But I didn't go. Seeing clearly the damage that I had done, I resisted what I knew was the correct course of action. I instead looked for another way to deal with the problem. I made a phone call to my ex-wife, an RN. She of course told me to go immediately to an emergency room. I responded by getting in my car and driving directly to Walgreens, on the hunt for some sort of magical burn cream that would allow me to bypass what was needed. As I paced the aisles of the pharmacy, I spotted an older, grandmotherly fellow shopper. She, I decided, would direct me to the magical product I sought. I approached my silver-haired saviour, thrust my damaged digits in her face, and asked her what I should do.
"Go to a goddamned emergency room."
Not the response I was looking for. I explained to her that I would prefer to treat this myself, and she walked me over to the first aid section, where we selected a product. As I walked away from her, she advised me once again that what I needed was an emergency room. Once home, I applied the miracle cure to my wounds. What had previously been a 7 on the 1 to 10 pain scale immediately shot up to a 46, and I washed the crap off, now almost crying from the pain. I paced my house, holding my wounded paw, considering my options. Called the ex again and told her what had happened. She once again advised me that I was a moron who needed to be in an emergency room. I got off the phone, unsatisfied with her answer. Now I really put some thought into it. Then it came to me.

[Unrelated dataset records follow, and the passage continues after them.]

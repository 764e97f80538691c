/**
 * Delivery keys: the identity of one notification in the nudge log, so that each nudge is
 * shown once however often the scheduler runs and however many times the app restarts.
 *
 * - checkin: once per (question, due instant) — a revision moves the instant, so the
 *   next check-in gets a fresh key.
 * - closing_soon and window_closed: once per (question, close) — changing the
 *   closing-soon hours does not repeat the warning; moving the close does.
 * - overdue: once per local day in the diary's zone while overdue, at the wall-clock time
 *   it first became overdue (not at midnight), so the reminder escalates daily.
 * - After a snooze ends, checkin, closing_soon and window_closed are shown once more (the
 *   key gains the snooze's end). Overdue needs no such mark: a snoozed overdue nudge is
 *   hidden, so that day's key is never recorded, and the next run after the snooze ends
 *   delivers it; if that day's reminder had already gone out, tomorrow's follows as usual.
 */
import type { Nudge, Snooze } from './plan';
import { addCalendarDays, toIso, wallTimeAt, wallTimeToInstant } from '../../shared/time';
import { dateLabel, dayNumber } from './local-days';

/**
 * The calendar date ("YYYY-MM-DD", in `timeZone`) of the latest daily repeat of
 * `overdueSince` — same wall-clock time, one calendar day apart — at or before `now`.
 */
export function overdueReminderDate(overdueSince: number, now: number, timeZone: string): string {
  const first = wallTimeAt(overdueSince, timeZone);
  let days = Math.max(0, dayNumber(wallTimeAt(now, timeZone)) - dayNumber(first));
  // Today's repeat may still be ahead of `now`; then yesterday's is the latest.
  if (days > 0 && wallTimeToInstant(addCalendarDays(first, days), timeZone) > now) days -= 1;
  return dateLabel(addCalendarDays(first, days));
}

/** End of the latest snooze of this nudge that ran out after it came due and by `now`. */
function endedSnooze(nudge: Nudge, snoozes: readonly Snooze[], now: number): number | null {
  let latest: number | null = null;
  for (const s of snoozes) {
    if (s.question_id !== nudge.question_id || s.kind !== nudge.kind) continue;
    if (s.until > nudge.due_at && s.until <= now && (latest === null || s.until > latest)) latest = s.until;
  }
  return latest;
}

/**
 * The log key for delivering `nudge` at `now`. `close` is the question's close (epoch ms);
 * `timeZone` is the diary's zone, in which overdue days are counted.
 */
export function deliveryKey(
  nudge: Nudge,
  close: number,
  timeZone: string,
  snoozes: readonly Snooze[],
  now: number,
): string {
  const q = nudge.question_id;
  if (nudge.kind === 'overdue') return `overdue|${q}|${overdueReminderDate(nudge.due_at, now, timeZone)}`;
  const base = nudge.kind === 'checkin' ? `checkin|${q}|${toIso(nudge.due_at)}` : `${nudge.kind}|${q}|${toIso(close)}`;
  const snoozeEnd = endedSnooze(nudge, snoozes, now);
  return snoozeEnd === null ? base : `${base}|after-snooze|${toIso(snoozeEnd)}`;
}
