/**
 * A From/To pair of whole days on the diary's clocks (the user thinks "windows that ended in
 * March", not "in March UTC") as the instants the API filters by: From's first instant, To's
 * last millisecond. Empty text leaves that end open.
 */
export function dayRange(fromText: string, toText: string, timeZone: string): DayRange {
  const problems: DayRange['problems'] = {};
  const from = fromText ? dayBound(fromText, timeZone, 'start') : null;
  const to = toText ? dayBound(toText, timeZone, 'end') : null;
  if (fromText && from === null) problems.from = 'must be a date';
  if (toText && to === null) problems.to = 'must be a date';
  if (from !== null && to !== null && to < from) problems.to = 'must not be before From';
  return { ...(from !== null ? { from: toIso(from) } : {}), ...(to !== null ? { to: toIso(to) } : {}), problems };
}

/**
 * A time as the diary writes it in its messages for every caller ("2027-03-13 17:00
 * Europe/London", shared/time-rules.ts `onClock`): a date, a 24-hour wall time and its zone.
 */
// Seconds appear when the time has them (a question opened "now" from a form): shown, like
// every time in the window, to the minute.
const ON_CLOCK = /\b(\d{4}-\d{2}-\d{2}) (\d{2}:\d{2})(?::\d{2})? ([A-Za-z_]+(?:\/[A-Za-z0-9_+-]+)+|UTC)\b/g;

/**
 * The diary's message with its times written as every other date in the window ("13 Mar
 * 2027, 17:00 GMT", the user's locale and clock) rather than as the diary's neutral text.
 */
export function clockTimesAsShown(message: string, locale = userLocale()): string {
  return message.replace(ON_CLOCK, (whole, date: string, time: string, zone: string) => {
    if (!isValidTimeZone(zone)) return whole;
    const iso = localToIso(`${date}T${time}`, zone);
    return iso === null ? whole : formatInstant(iso, zone, {}, locale);
  });
}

I have to go to the emergency room.
As I drove myself to the nearest E.R., hand sticking out the window to cool in the frigid night air, I was sure it was now too late. Even though I had finally come to my senses, I knew I had done permanent damage to myself, and even the best efforts of the doctors would not be enough. I registered and took a seat in the waiting room next to a woman who had a javelin sticking out of her hear or something. Finally, they called my name, and I was seen by a doctor.
In remarkably short order, they had managed my pain, treated my burns and dressed the wounds.

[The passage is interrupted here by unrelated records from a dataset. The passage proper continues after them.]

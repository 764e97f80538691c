/**
 * Notification wording, in plain words: one nudge names its question and what to do; a
 * batch is summed up in one notification so a return from sleep is not a flood.
 */
import type { Nudge, NudgeKind } from './plan';
import { calendarDaysBetween } from './local-days';

export interface NudgeMessage {
  title: string;
  body: string;
}

const HEADINGS: Record<NudgeKind, string> = {
  checkin: 'Check-in due',
  closing_soon: 'Closing soon',
  window_closed: 'Window closed',
  overdue: 'Overdue',
};

function plural(n: number, one: string, many: string): string {
  return `${n} ${n === 1 ? one : many}`;
}

/**
 * The notification for a single nudge. `close` is the question's close (epoch ms),
 * `closingSoonHours` the diary's warning lead, `timeZone` the diary's zone (days since
 * the close are counted on its calendar).
 */
export function nudgeMessage(
  nudge: Nudge,
  close: number,
  closingSoonHours: number,
  timeZone: string,
  now: number,
): NudgeMessage {
  const title = HEADINGS[nudge.kind];
  switch (nudge.kind) {
    case 'checkin':
      return { title, body: `Check-in due: ${nudge.title}` };
    case 'closing_soon':
      return { title, body: `Closes within ${closingSoonHours} h: ${nudge.title}` };
    case 'window_closed':
      return { title, body: `Window closed: ${nudge.title} — how did it resolve?` };
    case 'overdue': {
      const days = calendarDaysBetween(close, now, timeZone);
      const ago = days <= 0 ? 'today' : `${plural(days, 'day', 'days')} ago`;
      return { title, body: `Overdue: ${nudge.title} closed ${ago}` };
    }
  }
}

/** Why several nudges go out together: the app was closed or asleep, quiet hours held them, or they fell due at once. */
export type BatchCause = 'away' | 'quiet' | 'together';

const LEAD_INS: Record<BatchCause, string> = {
  away: 'while you were away',
  quiet: 'during quiet hours',
  together: 'due',
};

/** One notification standing for several nudges, e.g. "5 nudges while you were away: 2 to resolve, 3 check-ins". */
export function summaryMessage(nudges: readonly Nudge[], cause: BatchCause): NudgeMessage {
  const count = (kinds: NudgeKind[]) => nudges.filter((n) => kinds.includes(n.kind)).length;
  const parts: string[] = [];
  const toResolve = count(['window_closed', 'overdue']);
  const closing = count(['closing_soon']);
  const checkins = count(['checkin']);
  if (toResolve > 0) parts.push(`${toResolve} to resolve`);
  if (closing > 0) parts.push(`${closing} closing soon`);
  if (checkins > 0) parts.push(plural(checkins, 'check-in', 'check-ins'));
  return {
    title: 'Nudges',
    body: `${plural(nudges.length, 'nudge', 'nudges')} ${LEAD_INS[cause]}: ${parts.join(', ')}`,
  };
}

Today, as I reflect on the events of last night, there are messages that jump out at me.
1) Don't play with fire - - - You really WILL get burned.
2) My refusal to do what needed to be done had resulted in unneccessary pain, but as soon as I committed to the needed course of action, the problem was solved. Sometimes we see what we need to do, and for reasons that only make sense to ourselves, we resist. I have to correct this in all areas of my life, and not wait until it could be too late to repair the damage done. Go with the gut. Do what needs to be done.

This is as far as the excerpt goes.